75 第七十五章 (第2/2页)
江德劭一听敢情表弟说的是真话,赶紧站起来,拨开李连山,推开陈将军,匆匆而去。
李连山咧嘴笑了起来,陈将军诧异道:“小虎从树上掉下来,又没摔着,他这么急干啥?”
李连山笑着推陈将军出帐,笑道:“你跟我表哥一起去哄他吧,我先洗澡。”
军营条件简陋,洗澡要么跑到几里外的小河里,要么只能就着个小木盆洗,极不方便,李连山无比怀念自己家里那大得吓人的浴盆,和温柔为他搓背的美貌侍女们。
大致地擦了擦,水不够用,要是再有一个人就好了,可能随时帮自己打水。这么想着,眼光不由溜到帐角处一个被熏得烟黑的小坑,十几天前,曾经有人在那里烧着热水,方便自己洗澡或喝水……
李连山突然一脚踢翻了木盆,气势汹汹地擦干身上水渍,再套上裤子,然后仰面躺在自己的铺上,双手枕在脑后,望着帐顶磨牙。
今天虽然打了牙祭,饱了肚腹,但身体的劳累却不容置疑,肩背的肌肉似乎被醋泡过,腰脚也软得不想再动,李连山闭上眼睛,胡思乱想---要是表哥回来就好了,让他帮自己揉一揉,他娘的姓郑的,天天跟老子过不去!
渐渐地神智陷入恍惚,恍惚间一双温暖的人轻轻按摩在酸疼的肩上,身体似乎也随着那双手翻了过去,那双手以恰到好处的力量,从颈后移至腰间,直至足踝,再重回肩背,直至指尖,双手所触之处,软绵如水,甚至连眼皮也无力再抬,之前的僵硬和酸疼消失得无影无踪。
李连山迷迷糊糊地想:表哥的手法越来越精湛了,简直能比上颜箴了……
迷朦间似乎有人贴近耳后低语:“怎么才能使你不生气?”
这声音这么耳熟,熟得令人隐隐生怒,他想抬眼看看是谁,但眼皮似乎拴了千斤重物,一点也抬不起来,最后,他陷入沉沉昏睡中……
颜箴回到帐里,江虎趴在他的铺上呼噜打得震天响,旁边陈将军和江德劭面面相觑,特别是陈将军,一脸苦恼。

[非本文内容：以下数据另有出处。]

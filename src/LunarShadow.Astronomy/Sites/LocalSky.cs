using LunarShadow.Astronomy.Eclipses;
using LunarShadow.Astronomy.Frames;
using LunarShadow.Astronomy.Time;
using LunarShadow.Astronomy.Units;

namespace LunarShadow.Astronomy.Sites;

/// <summary>The Moon as seen from a site at one instant.</summary>
/// <param name="TrueAltitude">Topocentric altitude of the centre without refraction.</param>
/// <param name="ApparentAltitude">Topocentric altitude of the centre with refraction.</param>
/// <param name="UpperLimbApparentAltitude">Apparent altitude of the upper limb.</param>
/// <param name="Azimuth">Azimuth from north through east.</param>
/// <param name="ParallacticAngle">Position angle of the zenith on the Moon's disc, from north through east.</param>
/// <param name="SemiDiameter">Topocentric semi-diameter.</param>
public readonly record struct LocalMoon(
    Angle TrueAltitude, Angle ApparentAltitude, Angle UpperLimbApparentAltitude, Angle Azimuth, Angle ParallacticAngle, Angle SemiDiameter);

/// <summary>
/// The sky of one eclipse night seen from one site: the Moon's and Sun's topocentric places, evaluated on the night's
/// fitted vectors with the site's rotation, parallax and refraction.
/// </summary>
public sealed class LocalSky
{
    private readonly EclipseNightSky _night;
    private readonly Site _site;
    private readonly double _deltaTSeconds;
    private readonly CartesianVector _siteEarthFixed, _east, _north, _up;

    /// <summary>The sky of an eclipse night from a site, with the ΔT that ties TT to the Earth's rotation.</summary>
    public LocalSky(EclipseNightSky night, Site site, double deltaTSeconds)
    {
        _night = night;
        _site = site;
        _deltaTSeconds = deltaTSeconds;
        _siteEarthFixed = site.Location.EarthFixedKm();
        var (sinLat, cosLat) = Math.SinCos(site.Location.Latitude.Radians);
        var (sinLon, cosLon) = Math.SinCos(site.Location.Longitude.Radians);
        _east = new CartesianVector(-sinLon, cosLon, 0);
        _north = new CartesianVector(-sinLat * cosLon, -sinLat * sinLon, cosLat);
        _up = new CartesianVector(cosLat * cosLon, cosLat * sinLon, sinLat);
    }

    /// <summary>The site.</summary>
    public Site Site => _site;

    /// <summary>The night's fit.</summary>
    public EclipseNightSky Night => _night;

    /// <summary>The Moon at some hours from greatest eclipse.</summary>
    public LocalMoon MoonAt(double hours)
    {
        var gast = SiderealTime(hours);
        var moon = _night.MoonKm(hours);
        var (horizontal, distance, topocentricTrueOfDate) = Horizontal(moon, gast);
        var semiDiameter = BodyDisc.MoonSemiDiameter(distance);
        var trueAltitude = horizontal.Altitude;
        var limbTrue = trueAltitude + semiDiameter;

        // Meeus (1998), eq. 14.1: the parallactic angle q from the hour angle, declination and latitude.
        var declination = topocentricTrueOfDate.Latitude.Radians;
        var hourAngle = gast.Radians + _site.Location.Longitude.Radians - topocentricTrueOfDate.Longitude.Radians;
        var latitude = _site.Location.Latitude.Radians;
        var q = Math.Atan2(Math.Sin(hourAngle), Math.Tan(latitude) * Math.Cos(declination) - Math.Sin(declination) * Math.Cos(hourAngle));

        return new LocalMoon(
            trueAltitude,
            AtmosphericRefraction.Apply(trueAltitude, _site.Air),
            AtmosphericRefraction.Apply(limbTrue, _site.Air),
            horizontal.Azimuth,
            Angle.FromRadians(q).NormalizedPositive(),
            semiDiameter);
    }

    /// <summary>
    /// Just the apparent altitude of the Moon's upper limb and its azimuth (radians): the cheap evaluation that horizon
    /// searches sample.
    /// </summary>
    public (double UpperLimbAltitude, double Azimuth) MoonLimbAt(double hours)
    {
        var (horizontal, distance, _) = Horizontal(_night.MoonKm(hours), SiderealTime(hours));
        var limbTrue = horizontal.Altitude + BodyDisc.MoonSemiDiameter(distance);
        return (AtmosphericRefraction.Apply(limbTrue, _site.Air).Radians, horizontal.Azimuth.Radians);
    }

    /// <summary>The Sun's true (airless) altitude at some hours from greatest eclipse.</summary>
    public Angle SunAltitudeAt(double hours) => Horizontal(_night.SunKm(hours), SiderealTime(hours)).Horizontal.Altitude;

    /// <summary>The instant some hours from greatest eclipse.</summary>
    public TtInstant InstantAt(double hours) => _night.InstantAt(hours);

    private Angle SiderealTime(double hours)
    {
        var tt = _night.InstantAt(hours);
        return _night.SiderealTime(tt, new Ut1Instant(tt.JulianDate.PlusSeconds(-_deltaTSeconds)));
    }

    private (HorizontalCoordinates Horizontal, double Distance, CartesianVector TopocentricTrueOfDate) Horizontal(CartesianVector bodyTrueOfDate, Angle gast)
    {
        // Into the Earth-fixed frame (a rotation by the sidereal time; polar motion neglected), then about the site.
        var earthFixed = RotationMatrix.AboutZ(gast.Radians) * bodyTrueOfDate;
        var relative = earthFixed - _siteEarthFixed;
        var horizontal = HorizontalCoordinates.FromLocalComponents(relative.Dot(_north), relative.Dot(_east), relative.Dot(_up));
        var topocentricTrueOfDate = RotationMatrix.AboutZ(-gast.Radians) * relative;
        return (horizontal, relative.Length, topocentricTrueOfDate);
    }
}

颜箴一看便知这两人前来示弱哄劝,江虎软硬不吃,弄得两人大眼瞪小眼,不知如何是好,不由笑起来,一巴掌打在江虎屁股上,江虎嗷地一声跳起来,气势汹汹瞪向颜箴,又很快收拾起怒色,软趴趴地趴回铺上。
颜箴笑骂:“闹一天就可以了,别太过份了。再这么着,滚出我的帐子,爱去哪去哪,我才不看你这熊样。”
江虎立刻翻身而起,眼睛骨碌碌转,又鼓了腮,可怜巴巴地坐到一边垂头不语。
陈将军哄道:“小虎,爹不是都说了几百遍……”
江虎下巴一抬,冷冰冰地说:“我爹早死了八百年了。”
陈将军被噎得半天说不出话,颜箴忍不住在他臂上狠狠拧了把,疼得江虎咝咝直吸气。
下一刻,江虎被陈将军拽过去,手指恨不得戳到颜箴鼻子上,喝道:“奶奶个熊,你再动他一下试试!”
江虎从陈将军大手里挣脱,亲热地靠在颜箴怀里,然后脸色一变,冲陈将军说:“我愿意被他打,你管得着嘛!”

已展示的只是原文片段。